=== Brief ===
Show me each line of the listing below where the word "true" appears.

=== Data for the task ===
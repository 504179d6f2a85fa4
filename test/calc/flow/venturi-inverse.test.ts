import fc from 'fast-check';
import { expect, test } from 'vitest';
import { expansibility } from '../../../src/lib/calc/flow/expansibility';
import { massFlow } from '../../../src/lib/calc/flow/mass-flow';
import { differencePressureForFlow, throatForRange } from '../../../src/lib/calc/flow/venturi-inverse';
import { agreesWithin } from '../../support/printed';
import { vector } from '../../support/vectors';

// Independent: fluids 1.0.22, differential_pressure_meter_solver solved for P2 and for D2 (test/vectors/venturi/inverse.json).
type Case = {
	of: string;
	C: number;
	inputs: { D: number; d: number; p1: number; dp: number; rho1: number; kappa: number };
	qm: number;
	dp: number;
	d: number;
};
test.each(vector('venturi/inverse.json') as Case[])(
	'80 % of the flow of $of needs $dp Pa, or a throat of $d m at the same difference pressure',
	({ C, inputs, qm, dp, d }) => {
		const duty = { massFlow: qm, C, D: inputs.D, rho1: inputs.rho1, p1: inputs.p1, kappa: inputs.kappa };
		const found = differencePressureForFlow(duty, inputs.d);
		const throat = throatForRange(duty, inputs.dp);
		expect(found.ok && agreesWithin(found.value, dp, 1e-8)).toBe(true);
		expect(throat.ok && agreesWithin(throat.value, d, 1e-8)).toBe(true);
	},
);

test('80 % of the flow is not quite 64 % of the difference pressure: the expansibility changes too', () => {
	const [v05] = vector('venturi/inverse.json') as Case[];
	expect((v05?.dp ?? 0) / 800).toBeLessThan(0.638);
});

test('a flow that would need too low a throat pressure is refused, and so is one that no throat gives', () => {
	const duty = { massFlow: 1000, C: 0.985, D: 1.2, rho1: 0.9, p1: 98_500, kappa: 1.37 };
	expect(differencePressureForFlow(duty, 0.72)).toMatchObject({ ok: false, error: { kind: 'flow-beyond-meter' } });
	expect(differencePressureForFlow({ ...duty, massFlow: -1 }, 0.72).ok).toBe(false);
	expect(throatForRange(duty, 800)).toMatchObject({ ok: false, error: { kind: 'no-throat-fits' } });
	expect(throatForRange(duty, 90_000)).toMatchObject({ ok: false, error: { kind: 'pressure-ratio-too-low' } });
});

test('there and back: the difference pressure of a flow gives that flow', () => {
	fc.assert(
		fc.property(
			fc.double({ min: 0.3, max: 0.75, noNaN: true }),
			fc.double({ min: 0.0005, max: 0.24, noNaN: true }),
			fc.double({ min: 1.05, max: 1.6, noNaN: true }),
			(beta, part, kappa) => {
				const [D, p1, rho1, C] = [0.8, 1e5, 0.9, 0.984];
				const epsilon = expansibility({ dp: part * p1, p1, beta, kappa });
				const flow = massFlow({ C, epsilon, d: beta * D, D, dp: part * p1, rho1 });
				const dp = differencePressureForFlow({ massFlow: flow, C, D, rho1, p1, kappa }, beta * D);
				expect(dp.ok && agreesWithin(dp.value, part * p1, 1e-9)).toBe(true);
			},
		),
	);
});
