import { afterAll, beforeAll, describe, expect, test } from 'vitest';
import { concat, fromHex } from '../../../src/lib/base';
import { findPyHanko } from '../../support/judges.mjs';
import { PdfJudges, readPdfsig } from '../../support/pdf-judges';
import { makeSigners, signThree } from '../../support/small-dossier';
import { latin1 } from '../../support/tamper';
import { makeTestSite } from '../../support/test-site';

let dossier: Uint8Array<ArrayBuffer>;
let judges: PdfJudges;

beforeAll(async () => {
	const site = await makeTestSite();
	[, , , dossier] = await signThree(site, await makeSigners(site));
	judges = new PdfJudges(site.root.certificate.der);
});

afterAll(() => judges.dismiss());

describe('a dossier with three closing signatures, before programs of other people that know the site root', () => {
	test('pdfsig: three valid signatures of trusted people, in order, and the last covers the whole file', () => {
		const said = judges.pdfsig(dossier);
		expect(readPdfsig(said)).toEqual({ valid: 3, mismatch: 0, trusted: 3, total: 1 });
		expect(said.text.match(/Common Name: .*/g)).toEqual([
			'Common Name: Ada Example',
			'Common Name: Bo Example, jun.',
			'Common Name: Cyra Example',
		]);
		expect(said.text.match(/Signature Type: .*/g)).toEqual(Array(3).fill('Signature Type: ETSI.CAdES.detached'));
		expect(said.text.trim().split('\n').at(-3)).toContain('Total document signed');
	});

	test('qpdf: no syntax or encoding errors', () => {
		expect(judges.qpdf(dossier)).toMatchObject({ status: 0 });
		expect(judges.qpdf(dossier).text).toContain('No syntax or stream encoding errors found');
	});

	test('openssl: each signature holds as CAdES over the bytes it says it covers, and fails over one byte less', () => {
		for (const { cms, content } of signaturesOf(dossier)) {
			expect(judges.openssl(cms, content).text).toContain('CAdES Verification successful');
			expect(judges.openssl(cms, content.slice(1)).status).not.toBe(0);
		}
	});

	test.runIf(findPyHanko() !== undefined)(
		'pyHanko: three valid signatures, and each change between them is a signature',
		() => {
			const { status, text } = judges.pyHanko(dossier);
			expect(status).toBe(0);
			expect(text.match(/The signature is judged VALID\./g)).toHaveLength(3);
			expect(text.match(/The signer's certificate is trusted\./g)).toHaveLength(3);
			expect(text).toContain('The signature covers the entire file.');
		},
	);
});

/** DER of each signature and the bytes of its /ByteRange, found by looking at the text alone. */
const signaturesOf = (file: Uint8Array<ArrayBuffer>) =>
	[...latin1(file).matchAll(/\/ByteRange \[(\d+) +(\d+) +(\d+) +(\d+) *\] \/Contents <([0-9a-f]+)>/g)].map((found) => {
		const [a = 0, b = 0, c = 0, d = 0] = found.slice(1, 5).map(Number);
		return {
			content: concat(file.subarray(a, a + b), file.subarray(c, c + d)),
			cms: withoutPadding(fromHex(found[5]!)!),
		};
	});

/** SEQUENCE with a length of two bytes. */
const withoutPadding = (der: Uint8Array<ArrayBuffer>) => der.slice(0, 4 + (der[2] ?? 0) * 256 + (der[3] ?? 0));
* * *
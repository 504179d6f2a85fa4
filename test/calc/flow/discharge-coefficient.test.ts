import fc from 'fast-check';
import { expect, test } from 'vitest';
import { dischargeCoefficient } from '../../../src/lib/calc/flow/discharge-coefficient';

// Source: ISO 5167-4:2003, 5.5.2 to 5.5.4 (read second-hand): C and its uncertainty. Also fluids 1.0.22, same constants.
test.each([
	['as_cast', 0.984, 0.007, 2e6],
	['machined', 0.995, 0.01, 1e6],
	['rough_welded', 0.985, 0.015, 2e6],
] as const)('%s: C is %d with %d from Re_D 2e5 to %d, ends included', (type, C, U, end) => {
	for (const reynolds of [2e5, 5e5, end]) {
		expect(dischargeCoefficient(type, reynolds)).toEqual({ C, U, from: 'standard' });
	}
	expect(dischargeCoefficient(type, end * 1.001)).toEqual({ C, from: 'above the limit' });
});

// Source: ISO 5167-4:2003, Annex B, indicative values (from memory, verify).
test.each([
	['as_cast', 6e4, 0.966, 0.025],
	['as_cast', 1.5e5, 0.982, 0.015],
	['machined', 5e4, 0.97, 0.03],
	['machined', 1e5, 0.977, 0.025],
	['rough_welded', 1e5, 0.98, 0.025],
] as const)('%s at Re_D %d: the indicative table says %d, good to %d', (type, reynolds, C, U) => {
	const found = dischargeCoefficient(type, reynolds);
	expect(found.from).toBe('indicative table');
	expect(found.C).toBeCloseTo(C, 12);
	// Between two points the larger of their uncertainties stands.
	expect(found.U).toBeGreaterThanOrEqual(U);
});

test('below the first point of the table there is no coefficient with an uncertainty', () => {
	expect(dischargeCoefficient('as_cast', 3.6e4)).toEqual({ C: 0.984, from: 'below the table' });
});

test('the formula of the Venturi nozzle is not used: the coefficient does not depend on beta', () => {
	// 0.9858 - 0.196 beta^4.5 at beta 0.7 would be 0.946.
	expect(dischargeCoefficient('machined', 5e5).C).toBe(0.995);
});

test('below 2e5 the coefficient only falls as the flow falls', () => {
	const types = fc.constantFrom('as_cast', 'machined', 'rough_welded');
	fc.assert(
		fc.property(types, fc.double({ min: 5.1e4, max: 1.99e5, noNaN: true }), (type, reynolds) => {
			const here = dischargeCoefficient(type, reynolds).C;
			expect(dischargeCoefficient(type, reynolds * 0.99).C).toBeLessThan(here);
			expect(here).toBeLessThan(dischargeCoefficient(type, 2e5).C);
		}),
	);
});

=== Task solution ===
		expect(found.ok && agreesWithin(found.value, dp, 1e-8)).toBe(true);
		expect(throat.ok && agreesWithin(throat.value, d, 1e-8)).toBe(true);
			fc.double({ min: 0.3, max: 0.75, noNaN: true }),
			fc.double({ min: 0.0005, max: 0.24, noNaN: true }),
			fc.double({ min: 1.05, max: 1.6, noNaN: true }),
				expect(dp.ok && agreesWithin(dp.value, part * p1, 1e-9)).toBe(true);
		fc.property(types, fc.double({ min: 5.1e4, max: 1.99e5, noNaN: true }), (type, reynolds) => {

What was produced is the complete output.